I current what I belive is a novel index for indexing and looking out supply code. It copies concepts from Bing bitfunnel implementation to create a really quick, reminiscence environment friendly trigram index over supply code.
- searchcode.com is now utilizing a customized constructed index written by yours actually
- It indexes 180-200 million paperwork and 75 billions strains of code
- The index works utilizing bloom filters sharded by distinctive doc trigrams
- It borrows among the core concepts of bitfunnel utilized in microsoft’s bing
- Using trigrams inside a bloom filter search is so far as I can inform distinctive
- It lowered the index search instances from many seconds to ~40ms throughout searchcode
- Finish consumer searches nonetheless take round 300 ms to course of although
- It additionally improved search relevance and reliability
- Structure smart issues grew to become easier, as the brand new index sits on a single machine not 4
- It makes use of caddy because the reverse proxy and redis as a degree 2 cache
- The index sits solely in reminiscence on a 16 core 5950x CPU and 128 GB RAM machine
- It at present processes near one million searches on daily basis
- I additionally gave the location a brand new feel and appear which is a lot better than what it seemed like beforehand
- I had an absolute blast studying and constructing it
On Monday twenty first November 2022 I up to date the DNS entries for searchcode to level on the new searchcode server working a customized applied index, ending the reliance on sphinx/manticore with a purpose to energy searches. Since being launched I’ve noticed it run over 1 million searches a day with a rolling common runtime of ~40 ms for substitute index.

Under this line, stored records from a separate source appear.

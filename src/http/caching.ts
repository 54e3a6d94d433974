import { APP_VERSION } from '../version.js';
import { murmur3Hex, murmur3x86_128 } from '../core/murmur3.js';
import { ALGORITHM_VERSION } from '../core/seeding.js';

/**
 * Caching of sample responses. A seeded response is a pure function of the request, the
 * algorithm version and the service version, so it is immutable: a strong ETag is a hash of
 * exactly those inputs, known before the body is produced (the body may be streamed): 128 bits
 * of MurmurHash3, synchronous and fast (Web Crypto's SHA-256 is async and cost ~150 µs per
 * request); an ETag needs distinct requests to get distinct tags, not resistance to an adversary.
 * An unseeded response used a freshly drawn seed and must never be stored.
 *
 * `parsedQuery` is the query as the endpoint's zod schema returned it: zod lists the schema's
 * keys in schema order whatever order the URL gave them in, and fills in defaults, so
 * equivalent spellings of a request serialise alike (tested in etag.test.ts).
 */
export function strongEtag(path: string, parsedQuery: unknown): string {
  return `"${murmur3Hex(JSON.stringify(parsedQuery), etagNamespace(path))}"`;
}

/**
 * The hash seed for one path's ETags: a hash of the versions and the path, so the ETag depends
 * on all of them without hashing them again for every request. Paths come from the endpoint
 * definitions (a handful), never from the request, so the memo stays small.
 */
const namespaces = new Map<string, number>();

function etagNamespace(path: string): number {
  let seed = namespaces.get(path);
  if (seed === undefined) {
    seed = murmur3x86_128(`${APP_VERSION}|${ALGORITHM_VERSION}|${path}`)[0];
    namespaces.set(path, seed);
  }
  return seed;
}

export const IMMUTABLE = 'public, max-age=31536000, immutable';
export const NO_STORE = 'no-store';

/** True when If-None-Match lists this ETag (or is "*"); weak comparison, as RFC 9110 §13.1.2 asks. */
export function matchesIfNoneMatch(request: Request, etag: string): boolean {
  const header = request.headers.get('if-none-match');
  if (!header) return false;
  if (header.trim() === '*') return true;
  return header.split(',').some((tag) => tag.trim().replace(/^W\//, '') === etag);
}
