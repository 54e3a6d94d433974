import { DEFAULT_MAX_COUNT, MAX_COUNT, MAX_INDEX, MAX_N } from '../schemas/bounds.js';

export { MAX_COUNT, MAX_N };

/**
 * The service's stated limits (documented in the README). Work is limited in time: each
 * sampler's estimate (basic steps, see SamplerEstimate) is turned into nanoseconds with the
 * measured cost table of its method (src/core/work-costs.ts), so one budget covers every method.
 */
export interface Limits {
  /** Samples in one response. */
  readonly maxCount: number;
  /** Numbers in one response (parts, or two per [part, multiplicity] pair), by expected size. */
  readonly maxNumbers: number;
  /**
   * Estimated time of one request's sampling, in milliseconds of one core of a 2-core machine
   * (see work-costs.ts): requests estimated over it are refused before any work is done. The
   * estimate is not exact (`npm run bench -- costs` prints how far off it is per method); the
   * deadline is the hard stop for what it misses.
   */
  readonly workBudgetMs: number;
  /** Largest index of a sample (start + count - 1). */
  readonly maxIndex: number;
  /**
   * Wall-clock budget of one request in milliseconds, checked between samples. The work
   * budget refuses most oversized requests up front; the deadline bounds the rest.
   */
  readonly deadlineMs: number;
}

export const DEFAULT_LIMITS: Limits = {
  maxCount: DEFAULT_MAX_COUNT,
  maxNumbers: 10_000_000,
  workBudgetMs: 2_000,
  maxIndex: MAX_INDEX,
  deadlineMs: 5_000,
};

// ---------------------------------------------------------------------------------------------
// Configuration from the environment. The entry points (src/node.ts, src/worker.ts) hand their
// environment to this function; the app itself never reads the environment.

/** A setting that is present but not acceptable; the message names the variable and the rule. */
export class ConfigurationError extends Error {
  override readonly name = 'ConfigurationError';
}

interface Setting {
  readonly key: keyof Limits;
  readonly min: number;
  readonly max: number;
  readonly example: string;
}

/** Environment variable -> limit, with the accepted range of each. */
export const LIMIT_SETTINGS: Readonly<Record<string, Setting>> = {
  PARTSMITH_MAX_COUNT: { key: 'maxCount', min: 1, max: MAX_COUNT, example: '10000' },
  PARTSMITH_MAX_NUMBERS: { key: 'maxNumbers', min: 1, max: 1e12, example: '1e7' },
  PARTSMITH_WORK_BUDGET_MS: { key: 'workBudgetMs', min: 1, max: 3_600_000, example: '2000' },
  PARTSMITH_DEADLINE_MS: { key: 'deadlineMs', min: 1, max: 3_600_000, example: '5000' },
};

/** Settings that were removed, with what replaces them: set, they stop the server instead of being ignored. */
export const RETIRED_SETTINGS: Readonly<Record<string, string>> = {
  PARTSMITH_MAX_WORK:
    'the work limit is now a time, set with PARTSMITH_WORK_BUDGET_MS (milliseconds per request, default 2000); remove PARTSMITH_MAX_WORK',
};

/**
 * The limits set in an environment (`process.env`, or a Worker's `env` bindings). Absent or
 * empty variables keep their defaults. Values are whole numbers, written with digits and
 * optionally an exponent (`2e9`) or `_` separators (`10_000`); anything else is refused with a
 * ConfigurationError naming every bad variable, so a typo stops the server at startup instead
 * of silently running with a default.
 */
export function limitsFromEnvironment(env: Readonly<Record<string, unknown>>): Partial<Limits> {
  const limits: Record<string, number> = {};
  const problems: string[] = [];
  for (const [name, replacement] of Object.entries(RETIRED_SETTINGS)) {
    if (env[name] !== undefined && env[name] !== '') problems.push(`${name} is no longer a setting: ${replacement}`);
  }
  for (const [name, setting] of Object.entries(LIMIT_SETTINGS)) {
    const raw = env[name];
    if (raw === undefined || raw === '') continue;
    const text = typeof raw === 'string' ? raw.trim().replace(/_/g, '') : '';
    const value = /^[0-9]+(\.[0-9]+)?([eE][0-9]+)?$/.test(text) ? Number(text) : NaN;
    if (!Number.isSafeInteger(value) || value < setting.min || value > setting.max) {
      problems.push(`${name} must be a whole number from ${setting.min} to ${setting.max} (e.g. ${setting.example}), got ${JSON.stringify(raw)}`);
      continue;
    }
    limits[setting.key] = value;
  }
  if (problems.length > 0) throw new ConfigurationError(problems.join('; '));
  return limits as Partial<Limits>;
}

/** PARTSMITH_* variables that are not settings: probably typos, worth a warning at startup. */
export function unknownSettings(env: Readonly<Record<string, unknown>>, known: readonly string[] = []): string[] {
  return Object.keys(env).filter((name) => name.startsWith('PARTSMITH_') && !(name in LIMIT_SETTINGS) && !(name in RETIRED_SETTINGS) && !known.includes(name));
}
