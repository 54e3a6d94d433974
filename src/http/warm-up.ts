/**
 * Work done once when a server starts, so that its first requests cost what later ones do: a
 * fresh Node process runs new code in its interpreter first and compiles it once it is hot, so
 * without this the first request for a new n took 5-10 times a repeated one (see the serving
 * section of `npm run bench`). Requests go through the app itself (routing, query reading, the
 * samplers and encoders, every response format), for sizes on both sides of the planner's
 * switch from tables to the self-similar method, with n values no client is likely to ask for:
 * the app's caches hold no family a real request would then find ready-made.
 *
 * Only the node entry point calls this; its cost is a few hundred milliseconds of CPU at start.
 */
const PATHS: readonly string[] = [
  '/v1/partitions?n=777&count=3&seed=warm-up',
  '/v1/partitions?n=777&count=3&seed=warm-up&as=multiplicities&format=ndjson',
  '/v1/partitions?n=7777&seed=warm-up&format=text',
  '/v1/partitions?n=777777&seed=warm-up&as=multiplicities',
  '/v1/partitions?n=777777777&seed=warm-up&as=multiplicities',
  '/v1/partitions?n=77777&seed=warm-up',
  '/v1/compositions?n=777&count=3&seed=warm-up',
  '/v1/compositions?n=77777&seed=warm-up&format=ndjson',
  '/v1/set-partitions?n=77&count=3&seed=warm-up',
];

/** Rounds over PATHS: enough calls for V8 to optimise the hot loops. */
const ROUNDS = 12;

export async function warmUp(fetch: (request: Request) => Response | Promise<Response>): Promise<void> {
  for (let round = 0; round < ROUNDS; round++) {
    for (const path of PATHS) {
      // A new seed each round: the same sample would be the same work, but not new draws.
      const response = await fetch(new Request(`http://warm-up.invalid${path}-${round}`));
      await response.arrayBuffer();
    }
  }
}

Someday through the 2020 lock downs once I commented on the corporate slack that I ought to construct my very own customized index for searchcode. A couple of responded encouragingly that if anybody can do it it was me. Whereas I appreciated their confidence I didn’t do something till mountaineering with a mate someday in 2021 the place after a couple of beers on the finish of the day I brimming with confidence laid out my plan of assault.
I had felt like a fraud for some time. I get plenty of questions on indexing code and my reply has all the time been that I take advantage of sphinx search. Not too long ago that has modified, as I moved over to its forked model manticore search. Manticore is a wonderful successor to sphinx and I actually do advocate it.
Nevertheless, utilizing the above is me outsourcing the core performance of searchcode to a 3rd social gathering, and I strongly consider you shouldn’t outsource your core competency. So I assumed I ought to actually strive to do that myself. Apart from, I knew I might actually take pleasure in this course of and so a couple of days later I began work.
The results of my effort may be considered at searchcode.com and appears just like the beneath.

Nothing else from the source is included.